# [Instructions for the task]
Each line of the data below from the one holding "let worst: Worst | null = null;" to the one holding "const t = Math.abs(residual)", inclusive, is to be reproduced exactly; no other line belongs in the answer.

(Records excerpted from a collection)
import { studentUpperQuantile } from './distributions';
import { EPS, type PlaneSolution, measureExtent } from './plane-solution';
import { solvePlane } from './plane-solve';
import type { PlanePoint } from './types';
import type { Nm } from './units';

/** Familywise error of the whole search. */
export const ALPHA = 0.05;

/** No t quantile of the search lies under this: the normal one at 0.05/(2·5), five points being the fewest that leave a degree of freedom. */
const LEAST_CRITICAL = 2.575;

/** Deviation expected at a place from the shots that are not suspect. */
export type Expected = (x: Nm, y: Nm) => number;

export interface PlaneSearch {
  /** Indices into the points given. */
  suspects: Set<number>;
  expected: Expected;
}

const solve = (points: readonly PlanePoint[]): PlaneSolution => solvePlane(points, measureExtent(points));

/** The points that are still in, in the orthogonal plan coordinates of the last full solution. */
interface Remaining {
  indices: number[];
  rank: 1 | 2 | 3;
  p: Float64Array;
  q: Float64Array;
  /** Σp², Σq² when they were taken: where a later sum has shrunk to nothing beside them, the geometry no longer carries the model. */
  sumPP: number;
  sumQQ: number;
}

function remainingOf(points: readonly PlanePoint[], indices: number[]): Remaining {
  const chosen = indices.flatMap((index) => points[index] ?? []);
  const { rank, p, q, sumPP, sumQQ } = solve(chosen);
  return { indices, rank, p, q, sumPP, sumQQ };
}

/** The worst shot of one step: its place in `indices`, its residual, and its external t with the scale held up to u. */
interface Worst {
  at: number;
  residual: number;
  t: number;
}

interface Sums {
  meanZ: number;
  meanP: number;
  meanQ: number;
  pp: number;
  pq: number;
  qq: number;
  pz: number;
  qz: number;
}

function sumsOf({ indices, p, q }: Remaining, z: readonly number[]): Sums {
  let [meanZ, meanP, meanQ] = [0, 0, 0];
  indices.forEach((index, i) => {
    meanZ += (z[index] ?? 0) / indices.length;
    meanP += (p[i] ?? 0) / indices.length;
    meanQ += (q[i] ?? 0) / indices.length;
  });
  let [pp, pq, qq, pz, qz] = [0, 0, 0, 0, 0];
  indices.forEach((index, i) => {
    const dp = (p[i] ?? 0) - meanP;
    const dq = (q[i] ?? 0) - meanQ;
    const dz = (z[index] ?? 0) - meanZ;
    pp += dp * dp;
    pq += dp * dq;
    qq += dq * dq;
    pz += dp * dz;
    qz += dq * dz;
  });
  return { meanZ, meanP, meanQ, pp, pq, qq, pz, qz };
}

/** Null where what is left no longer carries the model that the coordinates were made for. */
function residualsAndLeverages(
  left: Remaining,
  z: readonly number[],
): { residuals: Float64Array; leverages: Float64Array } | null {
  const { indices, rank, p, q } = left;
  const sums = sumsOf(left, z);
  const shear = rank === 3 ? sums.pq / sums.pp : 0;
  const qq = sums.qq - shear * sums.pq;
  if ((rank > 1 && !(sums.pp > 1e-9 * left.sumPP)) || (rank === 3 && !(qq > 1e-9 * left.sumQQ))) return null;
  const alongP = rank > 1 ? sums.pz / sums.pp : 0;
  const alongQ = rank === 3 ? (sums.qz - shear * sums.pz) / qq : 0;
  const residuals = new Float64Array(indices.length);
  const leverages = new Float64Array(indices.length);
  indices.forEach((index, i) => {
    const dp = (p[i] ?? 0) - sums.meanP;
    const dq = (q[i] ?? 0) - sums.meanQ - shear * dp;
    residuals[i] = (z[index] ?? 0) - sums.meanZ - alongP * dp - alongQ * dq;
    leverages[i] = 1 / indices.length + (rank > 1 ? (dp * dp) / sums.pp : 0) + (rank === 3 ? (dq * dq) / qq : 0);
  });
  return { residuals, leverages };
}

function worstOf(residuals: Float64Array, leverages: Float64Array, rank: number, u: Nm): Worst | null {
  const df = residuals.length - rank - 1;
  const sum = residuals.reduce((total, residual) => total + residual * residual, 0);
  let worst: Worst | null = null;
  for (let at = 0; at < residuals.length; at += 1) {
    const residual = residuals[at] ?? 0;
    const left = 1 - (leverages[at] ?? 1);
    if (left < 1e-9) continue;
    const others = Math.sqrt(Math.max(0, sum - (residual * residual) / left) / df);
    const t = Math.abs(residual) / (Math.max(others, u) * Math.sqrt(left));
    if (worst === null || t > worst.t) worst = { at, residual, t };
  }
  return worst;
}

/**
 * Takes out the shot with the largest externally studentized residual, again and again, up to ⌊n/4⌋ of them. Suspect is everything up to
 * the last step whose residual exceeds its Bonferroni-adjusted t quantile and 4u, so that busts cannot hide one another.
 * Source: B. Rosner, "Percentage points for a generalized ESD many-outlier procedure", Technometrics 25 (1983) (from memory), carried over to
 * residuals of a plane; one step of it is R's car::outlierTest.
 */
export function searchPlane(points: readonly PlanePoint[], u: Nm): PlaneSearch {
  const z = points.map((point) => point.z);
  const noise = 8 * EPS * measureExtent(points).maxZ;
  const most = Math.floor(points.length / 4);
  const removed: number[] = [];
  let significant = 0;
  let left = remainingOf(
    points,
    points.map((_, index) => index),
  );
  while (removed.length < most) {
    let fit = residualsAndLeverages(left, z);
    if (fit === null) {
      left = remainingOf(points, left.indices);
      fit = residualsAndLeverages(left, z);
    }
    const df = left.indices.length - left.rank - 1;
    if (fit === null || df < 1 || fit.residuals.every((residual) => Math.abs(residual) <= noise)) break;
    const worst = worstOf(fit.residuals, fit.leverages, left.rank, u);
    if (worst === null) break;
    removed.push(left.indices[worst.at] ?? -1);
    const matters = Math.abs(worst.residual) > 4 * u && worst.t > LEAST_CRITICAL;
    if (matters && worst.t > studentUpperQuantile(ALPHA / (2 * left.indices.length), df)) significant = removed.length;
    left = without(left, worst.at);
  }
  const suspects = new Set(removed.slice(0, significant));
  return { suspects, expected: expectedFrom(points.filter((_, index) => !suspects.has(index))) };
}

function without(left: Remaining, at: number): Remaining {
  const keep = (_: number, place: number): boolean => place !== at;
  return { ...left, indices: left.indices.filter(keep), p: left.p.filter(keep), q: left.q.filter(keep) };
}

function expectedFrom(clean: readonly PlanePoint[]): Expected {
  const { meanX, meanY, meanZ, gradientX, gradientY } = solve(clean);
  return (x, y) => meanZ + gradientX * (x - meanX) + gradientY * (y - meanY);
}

# [Exercise output]
  let worst: Worst | null = null;
  for (let at = 0; at < residuals.length; at += 1) {
    const residual = residuals[at] ?? 0;
    const left = 1 - (leverages[at] ?? 1);
    if (left < 1e-9) continue;
    const others = Math.sqrt(Math.max(0, sum - (residual * residual) / left) / df);
    const t = Math.abs(residual) / (Math.max(others, u) * Math.sqrt(left));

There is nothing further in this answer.